# Adding Active Online Friends!



## Glake (Mar 25, 2020)

Been around here for awhile, but back and active again as NH just launched. I have been playing a TON so would definitely love to continue adding more active online players. I have two islands, and two FC's. I usually get on both everyday, but my main is the FC on the side.

Had this thread going over in the NH General, but now that we have a NH WiFi board, I'm starting it fresh over here. Feel free to drop your FC below, or shoot me a request and I'll get you added.
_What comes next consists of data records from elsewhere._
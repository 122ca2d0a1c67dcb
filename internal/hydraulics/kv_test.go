package hydraulics

import (
	"errors"
	"fmt"
	"math"
	"testing"
)

func TestKvCvConstants(t *testing.T) {
	// [C] from the unit definitions of NIST SP 811 (references §3.3: Kv =
	// 0.864978 Cv, Cv = 1.156099 Kv).
	psi := 0.45359237 * 9.80665 / (0.0254 * 0.0254)
	want := 3.785411784e-3 * 60 * math.Sqrt(1e5/psi)
	if relErr(KvPerCv, want) > 1e-15 || relErr(CvPerKv, 1/want) > 1e-15 {
		t.Errorf("KvPerCv = %.16g, CvPerKv = %.16g; want %.16g, %.16g", KvPerCv, CvPerKv, want, 1/want)
	}
	if math.Abs(KvPerCv-0.864978) > 5e-7 || math.Abs(CvPerKv-1.156099) > 5e-7 {
		t.Errorf("KvPerCv = %g, CvPerKv = %g; references §3.3 0.864978, 1.156099", KvPerCv, CvPerKv)
	}
}

func TestKvFromDrop(t *testing.T) {
	// [C] checks of references §3.1 from the IEC 60534-2-1 equation with
	// ρ = ρ0 (relative density 1): Kv = Q/√Δp[bar].
	tests := []struct {
		name   string
		qm3h   float64
		dpKPa  float64
		wantKv float64
	}{
		{"1 m3/h at 10 kPa", 1, 10, 3.16228},
		{"2.5 m3/h at 25 kPa", 2.5, 25, 5.00000},
		{"0.36 m3/h at 3 kPa", 0.36, 3, 2.07846},
	}
	for _, tc := range tests {
		t.Run(tc.name, func(t *testing.T) {
			q := tc.qm3h / 3600
			kv, err := KvFromDrop(q, tc.dpKPa*1e3, KvRefDensity)
			if err != nil {
				t.Fatal(err)
			}
			if math.Abs(kv-tc.wantKv) > 5e-6 {
				t.Errorf("KvFromDrop = %.6f, want %.5f", kv, tc.wantKv)
			}
			// Round trip through KvDrop.
			dp, _ := KvDrop(q, kv, KvRefDensity)
			if relErr(dp, tc.dpKPa*1e3) > 1e-14 {
				t.Errorf("KvDrop(KvFromDrop) = %g, want %g", dp, tc.dpKPa*1e3)
			}
		})
	}
}

func TestKvDropDensity(t *testing.T) {
	// IEC 60534-2-1: at a fixed flow the drop scales with ρ/ρ0; definition
	// of Kv: 1 m3/h through Kv 1 at relative density 1 gives 1 bar.
	if dp, _ := KvDrop(1.0/3600, 1, KvRefDensity); relErr(dp, 1e5) > 1e-14 {
		t.Errorf("KvDrop(1 m3/h, Kv 1) = %g, want 1e5 Pa", dp)
	}
	d1, _ := KvDrop(1e-3, 3, KvRefDensity)
	d2, _ := KvDrop(1e-3, 3, 1.1*KvRefDensity)
	if relErr(d2/d1, 1.1) > 1e-14 {
		t.Errorf("drop ratio for 10 %% denser liquid = %g, want 1.1", d2/d1)
	}
}

func TestKvFromDropErrors(t *testing.T) {
	tests := []struct {
		name       string
		q, dp, rho float64
		want       error
	}{
		{"zero flow", 0, 1e4, 998, ErrOutOfRange},
		{"zero drop", 1e-3, 0, 998, ErrOutOfRange},
		{"opposite signs", 1e-3, -1e4, 998, ErrOutOfRange},
		{"zero density", 1e-3, 1e4, 0, ErrInvalid},
		{"NaN flow", math.NaN(), 1e4, 998, ErrInvalid},
		{"infinite drop", 1e-3, math.Inf(1), 998, ErrInvalid},
	}
	for _, tc := range tests {
		t.Run(tc.name, func(t *testing.T) {
			kv, err := KvFromDrop(tc.q, tc.dp, tc.rho)
			if !errors.Is(err, tc.want) {
				t.Errorf("KvFromDrop(%g, %g, %g) = %g, %v; want %v", tc.q, tc.dp, tc.rho, kv, err, tc.want)
			}
		})
	}
	// Reversed flow with a reversed drop is fine.
	if kv, err := KvFromDrop(-1.0/3600, -1e4, KvRefDensity); err != nil || math.Abs(kv-3.16228) > 5e-6 {
		t.Errorf("KvFromDrop(reversed) = %g, %v; want 3.16228", kv, err)
	}
}

func ExampleKvFromDrop() {
	// A balancing valve passing 1.2 m3/h of water at 15 °C with 12 kPa
	// across it.
	kv, err := KvFromDrop(1.2/3600, 12e3, KvRefDensity)
	if err != nil {
		fmt.Println(err)
		return
	}
	fmt.Printf("Kv = %.3f m3/h, Cv = %.3f gpm\n", kv, kv*CvPerKv)
	// Output:
	// Kv = 3.464 m3/h, Cv = 4.005 gpm
}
*FC Main ~ 2602-6499-3405	

Secondary FC ~ 2427-0630-5328*


----------



## Prophecy82 (Mar 25, 2020)

Glake said:


> Been around here for awhile, but back and active again as NH just launched. I have been playing a TON so would definitely love to continue adding more active online players. I have two islands, and two FC's. I usually get on both everyday, but my main is the FC on the side.
> 
> Had this thread going over in the NH General, but now that we have a NH WiFi board, I'm starting it fresh over here. Feel free to drop your FC below, or shoot me a request and I'll get you added.
> 
> ...



Added both FCs.  My name is GMO if you accept.


----------



## AmeliasMommy (Mar 25, 2020)

*I need new friends as well*

Hey, was gonna add you since i'm looking for people to play *ACNH* with as well. My name is _Keito_


----------



## Glake (Mar 25, 2020)

Prophecy82 said:


> Added both FCs.  My name is GMO if you accept.





AmeliasMommy said:


> Hey, was gonna add you since i'm looking for people to play *ACNH* with as well. My name is _Keito_



Added both of you!


Still looking for more players to add


----------



## Akari_Clarity (Mar 25, 2020)

You can add me! :3 I play way toooo much and need more friends to play with lol. My FC 1885-5976-4867 ^w^


----------



## Skippeh (Mar 25, 2020)

I would love to add you!  FC on the side


----------



## Hedgehugs (Mar 25, 2020)

I'll add both your accounts later. Or if you have the time can you add me? Would Love to play with you.


----------



## Glake (Mar 25, 2020)

Darklover said:


> You can add me! :3 I play way toooo much and need more friends to play with lol. My FC 1885-5976-4867 ^w^





Skippeh said:


> I would love to add you!  FC on the side



Added you both!


----------



## Glake (Mar 26, 2020)

bump


----------



## kikoola (Mar 26, 2020)

Hi...


----------



## karleraven (Mar 26, 2020)

Add Me! im on every day, my friend code is 2194-7278-7411


----------



## Glake (Mar 27, 2020)

karleraven said:


> Add Me! im on every day, my friend code is 2194-7278-7411



Just sent you a request!


----------



## Glake (Mar 28, 2020)

bump


----------



## rianne (Mar 28, 2020)

Hey Glake, I've added you.


----------



## EpiDemic (Mar 28, 2020)

Hey there  i added you. 
My Island Is on southern hempishere and i open my gate several Times a day


----------



## Cuddle (Mar 28, 2020)

My island is also on the southern hemisphere, my FC is SW-5133-7603-1627. Would love to hang out!


----------



## WatermelonPuff (Mar 28, 2020)

I'd love to be friends with you!
My code is SW-8145-3508-7506.


----------



## alebrije (Mar 28, 2020)

Add me! I play every day.


----------



## lostrider (Mar 28, 2020)

*I play all the time and looking for friends as well.*

I am playing consistently every day. I only have a couple of friends IRL who are playing AC:NH, so definitely looking to network with people online, so I can make the experience better with more friends.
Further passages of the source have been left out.